Stored items
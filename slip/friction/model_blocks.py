"""Blocks that are thick against the pressed face: half-spaces that yield together, on a grid of cells over the whole face."""

from __future__ import annotations

import numpy as np

from slip.base.records import record
from slip.friction.closed.bodies import shear_modulus
from slip.friction.compliance.halfspace import HalfSpace
from slip.friction.faces import Faced, FaceStiffness
from slip.friction.march.face import Face
from slip.friction.model import Built, Model
from slip.joint.plates import Rectangle
from slip.pressure.patch import Patch

Array = np.ndarray
NAME = "half-spaces"
LEAST, USUAL = 24, 40  # cells across a patch; across a rectangle's shorter and longer side
MANY, MOST = 64**2, 128**2  # cells that a grid is refined up to, and that it may have
FINE = 6  # places along each side of a cell at which its pressure is taken


@record(eq=False)
class Grid:
    """Cells over the face: size [mm], centres (2, nx, ny) [mm] from the origin of the load. Each entry is a cell (flat index) with the
    force that it belongs to, and the part of that force that presses there; cover (nx, ny): part of each cell in contact."""

    cell: tuple[float, float]
    centres: Array
    index: Array
    owner: Array
    share: Array
    cover: Array


def of_patches(arms: Array, patch: Patch) -> Grid | None:
    """The patch of one bolt round each of n bolts at arms (n, 2) [mm]; None where the grid would have too many cells."""
    wide = 2 * patch.contact_radius
    low, high = arms.min(axis=0) - wide / 2, arms.max(axis=0) + wide / 2
    across = np.clip(np.floor(np.sqrt(MANY / np.prod((high - low) / wide))), LEAST, USUAL)
    cell = wide / across
    shape = np.ceil((high - low) / cell - 1e-9).astype(int)
    if shape.prod() > MOST:
        return None
    cover = np.zeros(shape)
    parts = []
    for owner, arm in enumerate(arms):
        place, pressure, part = _cells(patch, arm - low, cell, shape)
        index = np.ravel_multi_index(np.ix_(*place), tuple(shape))
        np.add.at(cover.reshape(-1), index, part)
        touched = pressure > 0
        share = pressure[touched] / pressure.sum()  # what the cells miss of the force is given back to them
        parts.append((index[touched], np.full(share.size, owner), share))
    index, owners, share = (np.concatenate(part) for part in zip(*parts, strict=True))
    return Grid((cell, cell), _centres(low, (cell, cell), shape), index, owners, share, np.minimum(cover, 1.0))


def _cells(patch: Patch, arm: Array, cell: float, shape: Array) -> tuple[list[Array], Array, Array]:
    """Rows and columns of the cells that a patch may touch, its mean pressure per newton in them, and the part that it covers."""
    first = np.maximum(np.floor((arm - patch.contact_radius) / cell).astype(int), 0)
    last = np.minimum(np.ceil((arm + patch.contact_radius) / cell).astype(int), shape)
    place = [np.arange(a, b) for a, b in zip(first, last, strict=True)]
    inside = (np.arange(FINE) + 0.5) / FINE
    x, y = (((i[:, None] + inside) * cell).ravel() - c for i, c in zip(place, arm, strict=True))
    r = np.hypot(x[:, None], y[None, :])

    def mean(fine: Array) -> Array:
        found: Array = fine.reshape(len(place[0]), FINE, len(place[1]), FINE).mean(axis=(1, 3))
        return found

    return place, mean(patch.pressure(r)), mean((patch.radii[0] <= r) & (r <= patch.radii[-1]))


def of_rectangle(face: Rectangle) -> Grid:
    """One force that presses evenly on a rectangle; its middle is the origin."""
    sides = np.array([face.x1 - face.x0, face.y1 - face.y0])
    shape = np.maximum(LEAST, np.round(USUAL * sides / sides.max())).astype(int)
    cell = (float(sides[0] / shape[0]), float(sides[1] / shape[1]))
    count = int(shape.prod())
    index, share = np.arange(count), np.full(count, 1 / count)
    return Grid(cell, _centres(-sides / 2, cell, shape), index, np.zeros(count, dtype=int), share, np.ones(shape))


def _centres(low: Array, cell: tuple[float, float], shape: Array) -> Array:
    """Centres of all cells, (2, nx, ny) [mm]."""
    x, y = (a + (np.arange(n) + 0.5) * c for a, n, c in zip(low, shape, cell, strict=True))
    return np.array(np.meshgrid(x, y, indexing="ij"))


def blocks(joint: Faced, grid: Grid, stiffness: FaceStiffness, notes: tuple[str, ...]) -> Model:
    """The model on half-spaces, the face's stiffness in series at every cell."""
    shape, faces = grid.cover.shape, joint.interface.parallel_faces
    area = grid.cell[0] * grid.cell[1]
    materials = [p.material for p in joint.plates[:2] if p.material is not None]
    pair = [(float(shear_modulus(m.youngs_modulus, m.poissons_ratio)), m.poissons_ratio) for m in materials]

    def press(clamp: Array) -> Array:
        force = np.bincount(grid.index, weights=grid.share * clamp[grid.owner], minlength=grid.cover.size)
        return force.reshape(shape) / area

    def build(clamp: Array, reading: int) -> Built:
        pressure = press(clamp)
        touching = pressure > 0
        layer = stiffness.at(pressure, reading)
        if stiffness.value is not None:  # it acts where the blocks touch, not over the whole cell
            layer = layer * np.where(touching, grid.cover, 1.0)
        half = HalfSpace((shape[0], shape[1]), grid.cell, pair, layer=np.where(touching, layer, np.inf))
        return Built(half, Face(2, grid.centres), lambda clamp: np.where(touching, press(clamp), 0.0))

    why = "both plates at the face are thicker than the pressed face is wide"
    ends = "the blocks are taken to reach on beyond the pressed face; where they end at it they yield more"
    steep = "first slip, true slip and energy have the steep traction of half-spaces under the rim, which a block that ends there has not"
    return Model(
        NAME, why, faces, build, lambda load: load / faces, stiffness.weakest, notes=(f"{ends}; {steep}", *notes)
    )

▶ EXERCISE DETAILS
In the answer, give the lines from the first line of the data through the line with "patch of one", exactly as they appear and with no additions.

▶ ANSWER BELOW
filename slip/friction/model_blocks.py
"""Blocks that are thick against the pressed face: half-spaces that yield together, on a grid of cells over the whole face."""

from __future__ import annotations

import numpy as np

from slip.base.records import record
from slip.friction.closed.bodies import shear_modulus
from slip.friction.compliance.halfspace import HalfSpace
from slip.friction.faces import Faced, FaceStiffness
from slip.friction.march.face import Face
from slip.friction.model import Built, Model
from slip.joint.plates import Rectangle
from slip.pressure.patch import Patch

Array = np.ndarray
NAME = "half-spaces"
LEAST, USUAL = 24, 40  # cells across a patch; across a rectangle's shorter and longer side
MANY, MOST = 64**2, 128**2  # cells that a grid is refined up to, and that it may have
FINE = 6  # places along each side of a cell at which its pressure is taken


@record(eq=False)
class Grid:
    """Cells over the face: size [mm], centres (2, nx, ny) [mm] from the origin of the load. Each entry is a cell (flat index) with the
    force that it belongs to, and the part of that force that presses there; cover (nx, ny): part of each cell in contact."""

    cell: tuple[float, float]
    centres: Array
    index: Array
    owner: Array
    share: Array
    cover: Array


def of_patches(arms: Array, patch: Patch) -> Grid | None:
    """The patch of one bolt round each of n bolts at arms (n, 2) [mm]; None where the grid would have too many cells."""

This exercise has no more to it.